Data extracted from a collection
= = = =
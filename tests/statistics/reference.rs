//! Reading the reference tables, and comparing with them.

use std::collections::HashMap;

/// A row of a table, by column.
pub(crate) type Row = HashMap<String, String>;

pub(crate) fn rows(text: &str) -> Vec<Row> {
    csv::Reader::from_reader(text.as_bytes())
        .deserialize()
        .map(Result::unwrap)
        .collect()
}

pub(crate) fn number(row: &Row, column: &str) -> f64 {
    row[column].parse().unwrap()
}

/// How closely two figures must agree.
#[derive(Clone, Copy)]
pub(crate) struct Within {
    /// Relative to the reference.
    pub(crate) relative: f64,
    /// A smaller reference counts as this large.
    pub(crate) least: f64,
}

impl Within {
    #[track_caller]
    pub(crate) fn check(self, ours: f64, reference: f64) {
        let deviation = (ours - reference).abs() / reference.abs().max(self.least);
        assert!(
            deviation < self.relative,
            "{ours} against {reference}: {deviation:e}"
        );
    }
}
= = = =
_Exercise instructions_:
Output exactly the lines from the one containing "pub(crate) struct Within" through the last line of the records, both included. Output nothing else.

_Output_:
pub(crate) struct Within {
    /// Relative to the reference.
    pub(crate) relative: f64,
    /// A smaller reference counts as this large.
    pub(crate) least: f64,
}

impl Within {
    #[track_caller]
    pub(crate) fn check(self, ours: f64, reference: f64) {
        let deviation = (ours - reference).abs() / reference.abs().max(self.least);
        assert!(
            deviation < self.relative,
            "{ours} against {reference}: {deviation:e}"
        );
    }
}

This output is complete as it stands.